◆ Exercise aim ◆
Write out all of the data again, exactly as it reads.

◆ Exercise data ◆

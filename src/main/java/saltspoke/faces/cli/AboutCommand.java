package saltspoke.faces.cli;

import java.io.PrintWriter;
import java.util.concurrent.Callable;
import picocli.CommandLine.Command;
import picocli.CommandLine.Mixin;
import picocli.CommandLine.Model.CommandSpec;
import picocli.CommandLine.Option;
import picocli.CommandLine.Spec;
import saltspoke.faces.About;
import saltspoke.faces.json.Json;
import saltspoke.fields.DataSet;

/** {@code about}: version, data set, sources, licences. */
@Command(
    name = "about",
    description = "Version, data set with its sources and licences, libraries with theirs.",
    footer = {"", "Example:", "  saltspoke about --licences"})
final class AboutCommand implements Callable<Integer> {
  @Spec private CommandSpec spec;
  @Mixin private CommonOptions common;

  @Option(names = "--licences", description = "Print the notice of every library and data layer.")
  private boolean licences;

  @Override
  public Integer call() {
    DataSet dataSet = Opening.dataSet(common.data);
    PrintWriter out = spec.commandLine().getOut();
    if (licences) {
      out.println(About.notices(dataSet));
      return ExitCode.DONE;
    }
    out.println(common.json ? Json.pretty(About.json(dataSet)) : About.text(dataSet));
    return ExitCode.DONE;
  }
}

◆ Exercise output ◆
filename src/main/java/saltspoke/faces/cli/AboutCommand.java
package saltspoke.faces.cli;

import java.io.PrintWriter;
import java.util.concurrent.Callable;
import picocli.CommandLine.Command;
import picocli.CommandLine.Mixin;
import picocli.CommandLine.Model.CommandSpec;
import picocli.CommandLine.Option;
import picocli.CommandLine.Spec;
import saltspoke.faces.About;
import saltspoke.faces.json.Json;
import saltspoke.fields.DataSet;

/** {@code about}: version, data set, sources, licences. */
@Command(
    name = "about",
    description = "Version, data set with its sources and licences, libraries with theirs.",
    footer = {"", "Example:", "  saltspoke about --licences"})
final class AboutCommand implements Callable<Integer> {
  @Spec private CommandSpec spec;
  @Mixin private CommonOptions common;

  @Option(names = "--licences", description = "Print the notice of every library and data layer.")
  private boolean licences;

  @Override
  public Integer call() {
    DataSet dataSet = Opening.dataSet(common.data);
    PrintWriter out = spec.commandLine().getOut();
    if (licences) {
      out.println(About.notices(dataSet));
      return ExitCode.DONE;
    }
    out.println(common.json ? Json.pretty(About.json(dataSet)) : About.text(dataSet));
    return ExitCode.DONE;
  }
}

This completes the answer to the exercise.